Evolution in electronics – memristors – the missing link
Almost everybody knows a thing or two about basic electronic components. We all know that a resistor is used limit the electric current when it passes through it (it also causes a voltage drop depending on the value of the resistor), a capacitor is used to store power or as a filter in power sources, we use the inductance and impedance of a coil to create audio filters (with an additional capacitor), speakers, low, medium and high power transformers and, of course, the transistor that is used to amplify electric signal. We all know that. These are the basic elements found inside every microchip.
Now, a new component is making it’s way into our lives. The memristor. It’s short for “memory resistor”.
"A memristor is essentially a resistor with memory," explains Stan Williams of HPLabs in Palo Alto, California. "The actual resistance of the memristor changes depending on the amount of voltage and the time for which that voltage has been applied to the device."
This is not a new concept, but, due to the technological impediments of the ’70, it couldn’t be built. It was first suggested it 1971 by Leon Chua, the electrical engineer at the University of California, Berkeley, who first postulated the existence of memristors in a 1971 paper2.
After 37 years, Stan Williams and his colleagues finally built it. The problems encountered by Leon Chua was the size of the component.

Size matters in this case.
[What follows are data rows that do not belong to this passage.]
/**
 * Walk the face to the left of half-edge first -> firstTo (firstSlot: its place around `first`,
 * or -1 for a wall) into work.corners, then triangulate it into out[made ..); returns the new
 * number of triangles.
 */
function walkPiece(work: TriangulationWork, first: number, firstTo: number, firstSlot: number, out: [number, number, number][], made: number): number {
  const { next, offset, around, wallDone, slotDone, corners } = work;
  let m = 0;
  let from = first;
  let to = firstTo;
  let slot = firstSlot;
  for (;;) {
    if (slot < 0) {
      if (wallDone[from]) break;
      wallDone[from] = 1;
    } else {
      if (slotDone[slot]) break;
      slotDone[slot] = 1;
    }
    corners[m++] = from;
    // Next edge: the neighbour of `to` just clockwise from `from`.
    const lo = offset[to];
    const hi = offset[to + 1];
    if (lo === hi) {
      from = to;
      to = next[from];
      slot = -1;
    } else {
      let k = lo;
      while (around[k] !== from) {
        k++;
        if (k === hi) throw new Error("triangulate: an edge without its twin; is the room valid?");
      }
      k = k === lo ? hi - 1 : k - 1;
      const w = around[k];
      from = to;
      to = w;
      slot = w === next[from] ? -1 : k;
    }
  }
  return triangulatePiece(work, m, out, made);
}

const LEFT = 1;
const RIGHT = 2;

/**
 * Step 2: triangulate one y-monotone piece (a counter-clockwise cycle of corners) with a stack,
 * in linear time. The stack holds a chain that turns away from the floor (reflex or straight);
 * a corner on the same chain cuts off triangles only while they are strictly positive, so straight
 * runs of collinear corners wait on the stack and are fanned from the opposite chain later.
 * The piece is work.corners[0 .. m).
 */
function triangulatePiece(work: TriangulationWork, m: number, out: [number, number, number][], made: number): number {
  const { xs, ys, corners, sorted, chain, stack } = work;
  if (m < 3) throw new Error(`triangulate: a piece with ${m} corners; is the room valid?`);
  if (m === 3) return putTriangle(xs, ys, out, made, corners[0], corners[1], corners[2]);
  let top = 0;
  let bottom = 0;
  for (let i = 1; i < m; i++) {
    const c = corners[i];
    if (before(xs, ys, c, corners[top])) top = i;
    if (before(xs, ys, corners[bottom], c)) bottom = i;
  }
  // Counter-clockwise from the top runs down the left chain; from the bottom, up the right chain.
  let l = top;
  let r = top === 0 ? m - 1 : top - 1;
  sorted[0] = corners[top];
  chain[0] = LEFT | RIGHT;
  for (let k = 1; k < m; k++) {
    const nl = l + 1 === m ? 0 : l + 1;
    // Merge the two descending chains; the bottom corner closes both.
    if (nl !== bottom && (r === bottom || before(xs, ys, corners[nl], corners[r]))) {
      sorted[k] = corners[nl];
      chain[k] = LEFT;
      l = nl;
    } else if (r !== bottom) {
      sorted[k] = corners[r];
      chain[k] = RIGHT;
      r = r === 0 ? m - 1 : r - 1;
    } else {
      sorted[k] = corners[bottom];
      chain[k] = LEFT | RIGHT;
    }
  }

  stack[0] = 0;
  stack[1] = 1;
  let depth = 2;
  for (let j = 2; j < m - 1; j++) {
    const u = sorted[j];
    const side = chain[j];
    if ((side & chain[stack[depth - 1]]) === 0) {
      // Opposite chains: u sees every corner on the stack; fan them all from u.
      made = fanFrom(xs, ys, out, made, u, side, stack, depth, sorted);
      stack[0] = j - 1;
      stack[1] = j;
      depth = 2;
    } else {
      let last = stack[--depth];
      while (depth > 0) {
        const q = sorted[stack[depth - 1]];
        const p = sorted[last];
        if (side === LEFT) {
          if (!(orientAt(xs, ys, q, p, u) > 0)) break;
          out[made++] = [q, p, u];
        } else {
          if (!(orientAt(xs, ys, u, p, q) > 0)) break;
          out[made++] = [u, p, q];
        }
        last = stack[--depth];
      }
      stack[depth++] = last;
      stack[depth++] = j;
    }
  }
  // The bottom corner sees what is left on the stack.
  const bottomChain = chain[stack[depth - 1]] === LEFT ? RIGHT : LEFT;
  return fanFrom(xs, ys, out, made, sorted[m - 1], bottomChain, stack, depth, sorted);
}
Williams and his colleagues placed a nanoscopic film of a semiconductor (titanium dioxide) between two slivers of metal (platinum). Those are standard materials; the trick is to make the component just 5 nanometres wide — about 10,000 times thinner than a human hair. Any larger and it would behave like a regular resistor.
The applicability of this new component is, of course, in the computer technology. Imagine having a computer that can remember it’s exact state upon shutdown. It wouldn’t need to boot up. They can also be fashioned into non-volatile solid-state memory, which would allow greater data density than hard drives with access times potentially similar to DRAM, replacing both components.